# Calculations....CY to Tons...SY to Tons



## dodge07around (Jan 2, 2010)

Anybody have a quick and easy formula to find out how many Tons in a CY....Tons in a SY?? Thanks a bunch


----------



## BuiltByMAC (Mar 11, 2006)

You'd need to know the weight of the object.
Tons is a measurement of weight, CY is a measurement of volume.
A CY of feathers would weigh less than a CY of bricks.

Mac


----------



## dodge07around (Jan 2, 2010)

aw yes of course lol..well its roadbase but i dont know the weight.


----------



## Ayerzee (Jan 4, 2009)

is it #304?


----------



## cexcavation (Apr 17, 2008)

Most quarries, pits, etc. have a proctor/density on file. A lot of the base around here is anywhere from 1.2 to 1.4 tons per yd. depending on moisture content, etc. I

If a proctor isn't on file, grab a five gallon bucket, weigh it, figure the volume and do your own conversion........not as accurate maybe, but better than guessing.:thumbsup:


----------



## PipeGuy (Oct 8, 2004)

dodge07around said:


> Anybody have a quick and easy formula to find out how many Tons in a CY....Tons in a SY?? Thanks a bunch


Just remember, a square yard is 1/3 of a cubic yard. That being the case:

For tons per CY take the depth (height) of the cubic yards in inches, squared, divided by 27, times .055.

For tons per SY take the width (short side) of the cubic yards in inches, squared, divided by 9, times .055.


----------



## rlpage (Jan 12, 2010)

i always take cy x 1.35 to get tons for base. works good for most materials not precise but comes close. your gonna need to convert your sy to cy by dividing it by 27 then x it by 1.35


----------



## jerryh3 (Nov 8, 2008)

PipeGuy said:


> Just remember, a square yard is 1/3 of a cubic yard. That being the case:
> 
> For tons per CY take the depth (height) of the cubic yards in inches, squared, divided by 27, times .055.
> 
> For tons per SY take the width (short side) of the cubic yards in inches, squared, divided by 9, times .055.
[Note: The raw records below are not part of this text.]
import type { Theme } from './tokens.ts';

/** Eight colours with a pattern each; a ninth segment reuses the first and is told apart by its letter. */
export const paletteKeys = ['a', 'b', 'c', 'd', 'e', 'f', 'g', 'h'] as const;
export type PaletteKey = (typeof paletteKeys)[number];

/** Which of the eight a segment's letter wears: A is the first, I the first again, AA follows Z. */
export const paletteOf = (letter: string): PaletteKey => {
  let index = 0;
  for (const character of letter) index = index * 26 + (character.charCodeAt(0) - 64);
  return paletteKeys[(((index - 1) % 8) + 8) % 8] ?? 'a';
};

interface Core {
  readonly paper: readonly [core: string, on: string];
  readonly slate: readonly [core: string, on: string];
}
const dark = '#0b1113';
const ink = '#17232b';

// Colours of Okabe and Ito's set for colour-blind readers (2008), from memory; on slate A, C, E, F and H are lifted.
const cores: { readonly [key in PaletteKey]: Core } = {
  a: { paper: ['#0072b2', '#ffffff'], slate: ['#3b9ede', dark] },
  b: { paper: ['#e69f00', ink], slate: ['#e69f00', dark] },
  c: { paper: ['#009e73', ink], slate: ['#18b287', dark] },
  d: { paper: ['#cc79a7', ink], slate: ['#cc79a7', dark] },
  e: { paper: ['#56b4e9', ink], slate: ['#7cc8f3', dark] },
  f: { paper: ['#d55e00', '#000000'], slate: ['#e8762a', dark] },
  g: { paper: ['#f0e442', ink], slate: ['#f0e442', dark] },
  h: { paper: ['#000000', '#ffffff'], slate: ['#c9cfcc', dark] },
};
/** A tunnel that carries nothing: an empty core. */
const none: Core = { paper: ['#ffffff', ink], slate: ['#e9ece6', dark] };

/** Segment colours of a theme: `seg-a` is the core, `seg-a-on` its letter and pattern, `tracer-h…` H inside a jacket. */
export const segmentTokens = (theme: Theme): Readonly<Record<string, string>> => {
  const pick = (core: Core): readonly [string, string] => {
    if (theme === 'slate') return core.slate;
    return theme === 'print' ? ['#ffffff', '#000000'] : core.paper;
  };
  const colours: Record<string, string> = {};
  for (const key of paletteKeys) [colours[`seg-${key}`], colours[`seg-${key}-on`]] = pick(cores[key]);
  [colours['seg-none'], colours['seg-none-on']] = pick(none);
  // A black core is lost in a black jacket: there it changes places with its letter's colour.
  const [core, on] = pick(cores.h);
  const swap = theme === 'paper' || theme === 'print-colour';
  colours['tracer-h'] = swap ? on : core;
  colours['tracer-h-on'] = swap ? core : on;
  return colours;
};
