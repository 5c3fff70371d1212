import { afterAll, beforeAll, describe, expect, it } from 'vitest';
import { launchBrowser, type TestBrowser } from '../support/browser.ts';
import {
  drag,
  finding,
  middleOf,
  newDesign,
  node,
  openDrawer,
  saved,
  signInAs,
  storedDesign,
} from './desk.ts';

let browser: TestBrowser;
beforeAll(async () => {
  browser = await launchBrowser();
});
afterAll(() => browser.close());

const openDemo = async (title: string) => {
  const page = await browser.newPage();
  await signInAs(page, 'architect');
  await newDesign(page, title, 'Demo');
  await expect
    .poll(() => page.getByText(/All \d+ checks pass/).count(), { timeout: 15_000 })
    .toBeGreaterThan(0);
  await openDrawer(page);
  return page;
};

describe('faults drawn into a sound design and mended where they show', () => {
  it('a third ticketing tunnel closes a loop: chevrons go round it, and the fix stops them', async () => {
    const page = await openDemo('Loop');
    await drag(
      page,
      await middleOf(node(page, 'endpoints/lo-orr-ring')),
      await middleOf(node(page, 'endpoints/lo-ske-ring')),
    );
    const dialog = page.getByRole('dialog', { name: 'Pull a tunnel' });
    await dialog.getByLabel('Carries').selectOption({ label: 'A  Ticketing' });
    await dialog.getByRole('button', { name: 'Pull the tunnel' }).click();

    const loop = finding(page, /loop|broadcast/i);
    await expect.poll(() => loop.count()).toBe(1);
    await page.locator('.chevron').first().waitFor({ state: 'attached' });
    expect(await page.locator('.chevron').count()).toBeGreaterThan(9);
    expect(await loop.textContent()).toMatch(/Blocking/);
    await loop
      .getByRole('button', { name: /Isolate|Remove/ })
      .first()
      .click();
    await expect.poll(() => page.locator('.chevron').count()).toBe(0);
    await expect.poll(() => page.getByText(/All \d+ checks pass/).count()).toBeGreaterThan(0);
    await saved(page);
    await page.context().close();
  });

  it('a host on one member of the pair: the missing cable is a ghost, and accepting it moves the host', async () => {
    const page = await openDemo('One member');
    // The recorder loses its cable to the switch and is plugged into the first member instead.
    const stored = await storedDesign(page);
    const cable = Object.entries(
      stored.links as Record<string, { kind: string; a: { device: string } }>,
    ).find(([, link]) => link.kind === 'cable' && link.a.device === 'vms-1')![0];
    await page.locator(`.react-flow__edge[data-id="links/${cable}"] .reach`).click({ force: true });
    await page.keyboard.press('Delete');
    await expect.poll(async () => (await storedDesign(page)).links![cable]).toBeUndefined();
    await drag(
      page,
      await middleOf(node(page, 'devices/vms-1').locator('[data-handleid="port:p1"]')),
      await middleOf(node(page, 'devices/fw-ho').locator('[data-handleid="port:lan2@1"]')),
    );
    const single = finding(page, /vms-1/).filter({ hasText: /Blocking/ });
    await expect.poll(() => single.count()).toBe(1);
    const ghost = page.locator('.ghost-button');
    await expect.poll(() => ghost.count()).toBe(1);
    await ghost.focus();
    await page.keyboard.press('Enter');
    await expect.poll(() => ghost.count()).toBe(0);
    await expect.poll(() => single.count()).toBe(0);
    await saved(page);
    const links = Object.values(
      (await storedDesign(page)).links as Record<
        string,
        { kind: string; a: { device: string }; b: { device: string } }
      >,
    );
    expect(
      links.some(
        (link) =>
          link.kind === 'cable' &&
          [link.a.device, link.b.device].includes('vms-1') &&
          [link.a.device, link.b.device].includes('sw-ho'),
      ),
    ).toBe(true);
    await page.context().close();
  });

  it('a VNI that differs at one end: the cord is cut with both numbers shown, and undo of the fix cuts it again', async () => {
    const page = await openDemo('VNI');
    await page.locator('.react-flow__edge-cord .reach').first().click({ force: true });
    const inspector = page.getByRole('complementary', { name: 'Inspector' });
    const far = inspector.getByLabel('VNI').last();
    const was = Number(await far.inputValue());
    await far.fill(String(was + 900));
    await far.press('Enter');
    const differs = finding(page, new RegExp(`VNI ${was} at .*${was + 900}|VNI ${was + 900} at .*${was}`));
    await expect.poll(() => differs.count()).toBe(1);
    await page.locator('[data-part="cut"]').first().waitFor({ state: 'attached' });
    await differs
      .getByRole('button', { name: new RegExp(`Set .* to ${was}$`) })
      .first()
      .click();
    await expect.poll(() => page.locator('[data-part="cut"]').count()).toBe(0);
    await page.getByRole('button', { name: 'Undo', exact: true }).first().click();
    await expect.poll(() => page.locator('[data-part="cut"]').count()).toBeGreaterThan(0);
    await page.context().close();
  });
});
Not quite. A square yard in a unit of area. A cubic yard is a unit of volume. You can't compare the two like you're doing. 9 cubic feet is 1/3 of a cubic yard.


----------



## Anti-wingnut (Mar 12, 2009)

PipeGuy said:


> Just remember, a square yard is 1/3 of a cubic yard. That being the case:
> 
> For tons per CY take the depth (height) of the cubic yards in inches, squared, divided by 27, times .055.
> 
> For tons per SY take the width (short side) of the cubic yards in inches, squared, divided by 9, times .055.





jerryh3 said:


> Not quite. A square yard in a unit of area. A cubic yard is a unit of volume. You can't compare the two like you're doing. 9 cubic feet is 1/3 of a cubic yard.


Jerry,

I think/hope pipeguy realizes that cubic and square yards are completely different measures, and there is no conversion factor without knowing the X dimension

I hope he is just funning with the OP. With all that numerical mumbo jumbo, it sure seems that way ( fingers crossed)


----------



## jerryh3 (Nov 8, 2008)

Anti-wingnut said:


> Jerry,
> 
> I think/hope pipeguy realizes that cubic and square yards are completely different measures, and there is no conversion factor without knowing the X dimension
> 
> I hope he is just funning with the OP. With all that numerical mumbo jumbo, it sure seems that way ( fingers crossed)


Don't know. Hope so too.


----------



## mics_54 (Oct 28, 2008)

> Just remember, a square yard is 1/3 of a cubic yard.


yeah but...is that celcius or joules?


----------



## backhoe1 (Mar 30, 2007)

Does anyone know how many gallons there is in a mile?


----------



## JonM (Nov 1, 2007)

http://www.fbm.cc/calculators.shtml


----------



## AustinDB (Sep 11, 2006)

which weighs more, a ton of feathers or a ton of gold?


----------



## jlhaslip (Dec 31, 2009)

72chevy4x4 said:


> which weighs more, a ton of feathers or a ton of gold?


not sure, but send me a ton of gold and I'll compare it to the ton of feathers I have. :whistling


----------



## rselectric1 (Sep 20, 2009)

72chevy4x4 said:


> which weighs more, a ton of feathers or a ton of gold?


:clap:


----------



## PipeGuy (Oct 8, 2004)

backhoe1 said:


> Does anyone know how many gallons there is in a mile?


:thumbup::thumbup::thumbup:


----------



## Kgmz (Feb 9, 2007)

cexcavation said:


> Most quarries, pits, etc. have a proctor/density on file. A lot of the base around here is anywhere from 1.2 to 1.4 tons per yd. depending on moisture content, etc. I
> 
> If a proctor isn't on file, grab a five gallon bucket, weigh it, figure the volume and do your own conversion........not as accurate maybe, but better than guessing.:thumbsup:


 
We are about the same around here, 1.2 to 1.4 tons to C.Y.

Just call the pit and find out,


----------